BEGIN PROVIDED ENTRIES

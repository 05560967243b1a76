"""A listed brace at a free member end braces that end for the flange(s) it names.

A member end is free for a flange only when it connects to nothing, is no support and the braces
table lists no brace of that flange there (README, "Which flange is braced where"). The models are
invented; coordinates in m, moments in kN·m.
"""

from __future__ import annotations

import pytest
from flangewise.engine.check import check_model


def overhang(frame, tip_brace: str | None):
    """Beam N1 (0) - N2 (6) - N3 (8) at z = 3, supports N1 and N2, the tip N3 connects to nothing.

    Hogging over the overhang (w = 10 kN/m on it): M = -5 (8 - x)² there, -20 kN·m at N2, dying out
    linearly to N1 (common practice: cantilever root moment w a² / 2 with a = 2 m).
    """
    f = frame()
    f.node("N1", 0, 0, 3).node("N2", 6, 0, 3).node("N3", 8, 0, 3)
    f.element("E1", "N1", "N2").element("E2", "N2", "N3")
    f.support("N1").support("N2")
    if tip_brace is not None:
        f.brace("N3", tip_brace)
    f.moment_field("HOG", lambda x, y, z: -20.0 * x / 6.0, elements=["E1"])
    f.moment_field("HOG", lambda x, y, z: -5.0 * (8.0 - x) ** 2, elements=["E2"])
    return f


def tip_segments(built):
    t = built.layout.segments.table
    return t[t["node_end"] == "N3"].reset_index().set_index("flange")


def test_tip_braced_on_both_flanges_is_no_cantilever(frame):
    # An edge member the analysis leaves out holds the tip: listed as a brace of both flanges.
    built = overhang(frame, "both").build()
    tip = tip_segments(built)
    assert set(tip.index) == {"top", "bottom"}
    assert tip["braced_end"].all()
    assert not tip["free_end"].any()
    assert not tip["cantilever"].any()
    st = built.layout.segments.stations.set_index("node")
    assert not st.loc["N3", "top_free"] and not st.loc["N3", "bottom_free"]
    assert not st.loc["N3", "free"]
    # Bottom flange compressed over the overhang, braced at both ends: checked as an ordinary
    # segment, not with the cantilever fall-back.
    result = check_model(built.model).results
    row = result[result["segment"] == tip.loc["bottom", "segment"]]
    assert len(row) == 1 and row["status"].iloc[0] != "not critical"
    assert "cantilever" not in row["flags"].iloc[0]


@pytest.mark.parametrize(("braced", "free"), [("top", "bottom"), ("bottom", "top")])
def test_one_flange_brace_at_the_tip_leaves_the_other_flange_free(frame, braced, free):
    built = overhang(frame, braced).build()
    tip = tip_segments(built)
    assert bool(tip.loc[braced, "braced_end"]) and not bool(tip.loc[braced, "cantilever"])
    assert not bool(tip.loc[free, "braced_end"])
    assert bool(tip.loc[free, "free_end"]) and bool(tip.loc[free, "cantilever"])
    st = built.layout.segments.stations.set_index("node")
    assert not st.loc["N3", f"{braced}_free"] and st.loc["N3", f"{free}_free"]
    assert st.loc["N3", "free"]  # free for at least one flange


def test_unbraced_tip_is_free_for_both_flanges(frame):
    built = overhang(frame, None).build()
    tip = tip_segments(built)
    assert tip["free_end"].all() and tip["cantilever"].all()


@pytest.mark.parametrize(("word", "free"), [("top", True), ("both", False)])
def test_steep_member_tip_is_braced_only_by_a_brace_of_both_flanges(frame, word, free):
    # A column N1 (0,0,0) - N2 (0,0,4) - N3 (0,0,6) on a support at N1, a side beam at N2, the top
    # N3 free. A steep member has no top or bottom flange: only a brace of both holds its tip.
    f = frame()
    f.node("N1", 0, 0, 0).node("N2", 0, 0, 4).node("N3", 0, 0, 6).node("N4", 5, 0, 4)
    f.element("C1", "N1", "N2").element("C2", "N2", "N3").element("B1", "N2", "N4")
    f.support("N1").support("N4")
    f.brace("N3", word)
    built = f.build()
    t = built.layout.segments.table
    tip = t[(t["node_end"] == "N3") & (t["flange"] == "either")]
    assert len(tip) == 1
    assert bool(tip["cantilever"].iloc[0]) is free
    assert bool(tip["free_end"].iloc[0]) is free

END PROVIDED ENTRIES

TASK TO COMPLETE:
Copy only the entries from the first line to the line with "y, z: -20.0", each exactly as it appears.

RESULT FOR THIS TASK:
repository 05560967243b1a76
"""A listed brace at a free member end braces that end for the flange(s) it names.

A member end is free for a flange only when it connects to nothing, is no support and the braces
table lists no brace of that flange there (README, "Which flange is braced where"). The models are
invented; coordinates in m, moments in kN·m.
"""

from __future__ import annotations

import pytest
from flangewise.engine.check import check_model


def overhang(frame, tip_brace: str | None):
    """Beam N1 (0) - N2 (6) - N3 (8) at z = 3, supports N1 and N2, the tip N3 connects to nothing.

    Hogging over the overhang (w = 10 kN/m on it): M = -5 (8 - x)² there, -20 kN·m at N2, dying out
    linearly to N1 (common practice: cantilever root moment w a² / 2 with a = 2 m).
    """
    f = frame()
    f.node("N1", 0, 0, 3).node("N2", 6, 0, 3).node("N3", 8, 0, 3)
    f.element("E1", "N1", "N2").element("E2", "N2", "N3")
    f.support("N1").support("N2")
    if tip_brace is not None:
        f.brace("N3", tip_brace)
    f.moment_field("HOG", lambda x, y, z: -20.0 * x / 6.0, elements=["E1"])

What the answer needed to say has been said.